Collatz Sequence Calculator | 3n+1 Conjecture, Stopping Time & Path
Explore the Collatz conjecture (3n+1 problem) for any positive integer. Computes the complete sequence path, stopping time, total steps, peak value, and odd-step count. Visualizes the trajectory and lets you compare stopping times across a range of starting values.
Collatz Sequence Calculator
Range Comparison — Stopping Times (1 to N)
What Is the Collatz Sequence Calculator | 3n+1 Conjecture, Stopping Time & Path?

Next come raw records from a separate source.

/**
 * Rolling averages. For `days`, one value per (operating) day: the mean of all usable hourly
 * values in that day and the preceding N − 1 (operating) days — how 40 CFR 60 Subpart Da forms
 * its 30-boiler-operating-day rolling average (window of 30 successive boiler operating days,
 * recomputed each boiler operating day: §60.48Da(b) [pub: https://www.ecfr.gov/current/title-40/part-60/section-60.48Da];
 * mean of the hourly values [memory]); an operating day is a local day in which
 * the unit operated at any time. For `hours`, one value per (operating) hour over the last N
 * (operating) hours. `operatingOnly` defaults to true. Windows reach back before `from` when the
 * series holds earlier data; a window not yet full is `incomplete`.
 *
 * Minimum data: `minValidHours`, `minValidShare`, and for day windows `minValidHoursPerDay` on
 * `minValidDays` days (18 h on 22 of 30 days in 40 CFR 60 boiler rules [memory]; not a Method 19
 * figure — §12.7 covers compliance when the minimum is not met [pub: section title]).
 */
export function rollingAverages(series: HourlySeries, opts: AveragingOptions & { readonly window: RollingWindow }): PeriodValue[] {
  assertTimeZone(opts.timeZone);
  checkMinData(opts.minData);
  const w = opts.window;
  const size = w.kind === 'days' ? w.days : w.hours;
  if (!(Number.isInteger(size) && size >= 1)) throw new CalcInputError(`A rolling window needs a whole number ≥ 1 of ${w.kind}; got ${size}.`, 'window');
  const { from, to, dataEnd } = seriesSpan(series, opts);
  const p = prepareHours(series, opts);
  const md = opts.minData;
  const operatingOnly = w.operatingOnly ?? true;
  const out: PeriodValue[] = [];
  const n = series.t.length;
  if (n === 0) return out;
  if (w.kind === 'hours') {
    // Positions of the hours that count towards windows.
    const pos: number[] = [];
    for (let i = 0; i < n && series.t[i]! < to; i++) if (!operatingOnly || p.cls[i] !== HourClass.NotOperating) pos.push(i);
    for (let q = 0; q < pos.length; q++) {
      const i = pos[q]!;
      if (series.t[i]! < from) continue;
      const q0 = Math.max(0, q - size + 1);
      const a: Acc = { valid: 0, invalid: 0, excluded: 0, notOp: 0, sumV: 0, sumM: 0 };
      for (let r = q0; r <= q; r++) {
        const j = pos[r]!;
        const c = p.cls[j]!;
        if (c === HourClass.Usable) {
          a.valid++;
          a.sumV += p.v[j]!;
          a.sumM += p.m[j]!;
        } else if (c === HourClass.Invalid) a.invalid++;
        else if (c === HourClass.Excluded) a.excluded++;
        else a.notOp++;
      }
      const end = series.t[i]! + series.periodMs;
      const full = q - q0 + 1 === size;
      const inProgress = !full ? `window holds ${q - q0 + 1} of ${size} hours` : end > dataEnd ? 'hour in progress' : undefined;
      out.push(periodValue(series.t[i]!, end, series.t[pos[q0]!]!, a, size, pos[q0]!, i + 1, minDataFailure(a, md, false), inProgress));
    }
    return out;
  }
  const days = dayStats(series, p, Math.min(series.t[0]!, from), to, opts.timeZone);
  const cand: number[] = [];
  for (let k = 0; k < days.start.length; k++) {
    const operated = days.valid[k]! + days.invalid[k]! + days.excluded[k]! > 0;
    if (!operatingOnly || operated) cand.push(k);
  }
  for (let q = 0; q < cand.length; q++) {
    const k = cand[q]!;
    if (days.start[k]! < from || days.start[k]! >= to) continue;
    const q0 = Math.max(0, q - size + 1);
    const a: Acc = { valid: 0, invalid: 0, excluded: 0, notOp: 0, sumV: 0, sumM: 0 };
    let daysMeeting = 0;
    let totalHours = 0;
    for (let r = q0; r <= q; r++) {
      const d = cand[r]!;
      a.valid += days.valid[d]!;
      a.invalid += days.invalid[d]!;
      a.excluded += days.excluded[d]!;
      a.notOp += days.notOp[d]!;
      a.sumV += days.sumV[d]!;
      a.sumM += days.sumM[d]!;
      totalHours += (days.end[d]! - days.start[d]!) / series.periodMs;
      if (md?.minValidHoursPerDay === undefined || days.valid[d]! >= md.minValidHoursPerDay) daysMeeting++;
    }
    let failure = minDataFailure(a, md, false);
    if (!failure && md?.minValidDays !== undefined && daysMeeting < md.minValidDays) {
      failure = `${daysMeeting} days with at least ${md.minValidHoursPerDay ?? 1} valid hours (at least ${md.minValidDays} needed)`;
    }
    const full = q - q0 + 1 === size;
    const inProgress = !full ? `window holds ${q - q0 + 1} of ${size} ${operatingOnly ? 'operating ' : ''}days` : days.end[k]! > dataEnd ? 'day in progress' : undefined;
    const first = cand[q0]!;
    out.push(periodValue(days.start[k]!, days.end[k]!, days.start[first]!, a, totalHours, days.i0[first]!, days.i1[k]!, failure, inProgress));
  }
  return out;
}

The Collatz conjecture (also known as the 3n+1 problem or Syracuse problem) states that, starting from any positive integer n, repeatedly applying the Collatz function will eventually reach 1. Despite its simple rule, no proof exists yet. For every n tested (up to 2⁶⁸), the sequence terminates, but no one has proven it for all n. The stopping time is the number of steps to reach 1. The peak (or maximum) value can far exceed the starting number — n=27 reaches a peak of 9232 before descending.
Formula
If n is even: n → n/2 | If n is odd: n → 3n + 1 | Repeat until n = 1
How to Use
- 1
Type a positive integer n (1 to 1,000,000,000) into the input field or click one of the presets (n=27, n=871, n=6171).
- 2
Click Compute to run the Collatz algorithm and see the stopping time, peak value, odd/even step counts.
- 3
Read the sequence display — the first 50 steps are shown; for longer sequences, the remaining step count is noted.
- 4
Scroll to the Range Comparison section and set N (2–200) to compare stopping times for all starting values from 1 to N.
- 5
Click "1–50", "1–100", or "1–150" to load preset ranges into the bar chart immediately.
- 6
The bar chart shows each starting value n on the left, a bar proportional to its stopping time, and the exact count on the right.
- 7
Try n=27 (famous for 111 steps and a peak of 9232) and compare with its neighbors to see how erratic stopping times can be.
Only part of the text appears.